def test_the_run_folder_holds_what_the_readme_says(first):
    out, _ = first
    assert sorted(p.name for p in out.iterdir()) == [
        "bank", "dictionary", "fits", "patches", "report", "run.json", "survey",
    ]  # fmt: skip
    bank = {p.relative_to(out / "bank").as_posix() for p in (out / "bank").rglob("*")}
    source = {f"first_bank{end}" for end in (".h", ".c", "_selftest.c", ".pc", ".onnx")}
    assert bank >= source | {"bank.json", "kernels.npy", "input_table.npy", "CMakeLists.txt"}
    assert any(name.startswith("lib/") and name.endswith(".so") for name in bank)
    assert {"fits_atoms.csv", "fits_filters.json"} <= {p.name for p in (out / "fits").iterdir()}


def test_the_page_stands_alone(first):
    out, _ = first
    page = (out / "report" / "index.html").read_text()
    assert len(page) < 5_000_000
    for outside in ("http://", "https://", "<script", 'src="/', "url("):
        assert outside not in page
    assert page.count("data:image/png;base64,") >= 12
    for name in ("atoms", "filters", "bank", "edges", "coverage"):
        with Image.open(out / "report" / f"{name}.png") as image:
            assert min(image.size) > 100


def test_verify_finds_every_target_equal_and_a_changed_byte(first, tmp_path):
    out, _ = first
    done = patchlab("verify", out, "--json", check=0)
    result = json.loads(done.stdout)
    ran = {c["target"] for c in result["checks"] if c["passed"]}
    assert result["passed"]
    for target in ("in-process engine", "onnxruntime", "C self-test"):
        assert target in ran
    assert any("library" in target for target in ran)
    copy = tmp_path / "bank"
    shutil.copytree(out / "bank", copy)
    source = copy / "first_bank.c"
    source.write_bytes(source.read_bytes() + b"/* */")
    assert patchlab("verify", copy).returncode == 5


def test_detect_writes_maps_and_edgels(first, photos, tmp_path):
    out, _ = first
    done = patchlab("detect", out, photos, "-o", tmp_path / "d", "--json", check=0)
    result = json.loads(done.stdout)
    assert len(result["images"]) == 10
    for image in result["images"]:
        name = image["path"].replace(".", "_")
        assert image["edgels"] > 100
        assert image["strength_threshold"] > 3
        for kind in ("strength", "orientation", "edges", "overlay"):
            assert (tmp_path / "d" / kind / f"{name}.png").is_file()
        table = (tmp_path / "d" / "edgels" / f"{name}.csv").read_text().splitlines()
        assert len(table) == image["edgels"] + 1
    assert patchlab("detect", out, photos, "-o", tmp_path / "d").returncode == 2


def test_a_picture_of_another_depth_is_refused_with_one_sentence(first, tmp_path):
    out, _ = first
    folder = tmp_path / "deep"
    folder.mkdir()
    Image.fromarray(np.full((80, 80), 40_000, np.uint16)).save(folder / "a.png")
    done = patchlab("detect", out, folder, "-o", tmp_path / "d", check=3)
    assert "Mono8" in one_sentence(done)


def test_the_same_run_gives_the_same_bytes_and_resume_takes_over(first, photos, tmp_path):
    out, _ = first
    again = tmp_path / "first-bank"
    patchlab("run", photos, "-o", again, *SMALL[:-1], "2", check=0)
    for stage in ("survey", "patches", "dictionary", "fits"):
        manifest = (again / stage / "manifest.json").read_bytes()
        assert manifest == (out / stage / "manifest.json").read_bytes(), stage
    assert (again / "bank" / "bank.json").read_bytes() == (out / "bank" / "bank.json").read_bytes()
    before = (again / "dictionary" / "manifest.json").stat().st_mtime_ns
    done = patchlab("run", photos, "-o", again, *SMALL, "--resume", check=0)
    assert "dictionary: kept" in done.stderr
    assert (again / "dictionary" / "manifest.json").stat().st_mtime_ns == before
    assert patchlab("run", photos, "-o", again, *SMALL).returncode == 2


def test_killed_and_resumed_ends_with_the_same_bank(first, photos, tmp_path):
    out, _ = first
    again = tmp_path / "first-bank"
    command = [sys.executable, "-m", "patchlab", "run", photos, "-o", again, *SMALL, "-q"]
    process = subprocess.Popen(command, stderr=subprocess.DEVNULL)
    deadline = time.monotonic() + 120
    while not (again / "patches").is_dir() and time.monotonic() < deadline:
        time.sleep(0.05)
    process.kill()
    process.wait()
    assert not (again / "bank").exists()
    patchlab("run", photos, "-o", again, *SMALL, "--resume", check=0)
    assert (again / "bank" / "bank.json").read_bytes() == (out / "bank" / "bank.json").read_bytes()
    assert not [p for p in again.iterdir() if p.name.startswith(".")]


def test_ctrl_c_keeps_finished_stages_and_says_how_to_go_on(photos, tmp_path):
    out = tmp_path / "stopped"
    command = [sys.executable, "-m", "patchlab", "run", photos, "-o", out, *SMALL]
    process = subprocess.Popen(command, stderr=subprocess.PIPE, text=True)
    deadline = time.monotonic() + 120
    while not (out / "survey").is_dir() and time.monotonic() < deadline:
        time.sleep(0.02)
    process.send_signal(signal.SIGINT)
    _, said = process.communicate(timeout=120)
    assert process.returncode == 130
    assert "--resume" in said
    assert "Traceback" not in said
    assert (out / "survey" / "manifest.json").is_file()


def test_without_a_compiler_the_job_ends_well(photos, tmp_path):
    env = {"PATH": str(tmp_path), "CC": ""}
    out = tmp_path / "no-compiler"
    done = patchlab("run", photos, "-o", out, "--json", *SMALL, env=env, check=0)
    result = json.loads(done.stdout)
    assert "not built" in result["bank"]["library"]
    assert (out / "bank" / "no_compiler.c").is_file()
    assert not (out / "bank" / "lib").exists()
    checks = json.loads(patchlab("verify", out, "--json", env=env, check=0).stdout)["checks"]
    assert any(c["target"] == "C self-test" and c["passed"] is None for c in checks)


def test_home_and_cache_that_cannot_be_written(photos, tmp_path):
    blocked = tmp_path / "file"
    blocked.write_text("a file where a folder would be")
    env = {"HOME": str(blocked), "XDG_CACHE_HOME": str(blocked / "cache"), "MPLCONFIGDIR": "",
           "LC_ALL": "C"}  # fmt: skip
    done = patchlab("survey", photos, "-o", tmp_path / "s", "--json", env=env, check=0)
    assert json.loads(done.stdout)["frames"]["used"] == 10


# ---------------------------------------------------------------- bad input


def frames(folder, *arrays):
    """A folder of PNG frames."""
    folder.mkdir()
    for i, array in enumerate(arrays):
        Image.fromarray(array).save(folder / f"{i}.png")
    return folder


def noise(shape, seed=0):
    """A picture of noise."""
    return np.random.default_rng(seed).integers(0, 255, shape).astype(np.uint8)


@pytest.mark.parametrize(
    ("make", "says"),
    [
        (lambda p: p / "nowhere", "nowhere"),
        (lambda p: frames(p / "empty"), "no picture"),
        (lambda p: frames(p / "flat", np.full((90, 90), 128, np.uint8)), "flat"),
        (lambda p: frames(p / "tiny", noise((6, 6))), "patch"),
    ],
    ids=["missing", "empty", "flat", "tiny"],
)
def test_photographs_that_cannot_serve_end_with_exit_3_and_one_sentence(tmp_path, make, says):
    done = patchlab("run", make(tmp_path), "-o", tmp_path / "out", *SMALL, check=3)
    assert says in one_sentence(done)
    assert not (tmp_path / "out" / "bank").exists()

========================================================================

→ EXERCISE OBJECTIVE: One number only, please: the count of lines in the data that hold the word "lambda".

→ WRITTEN RESPONSE: 4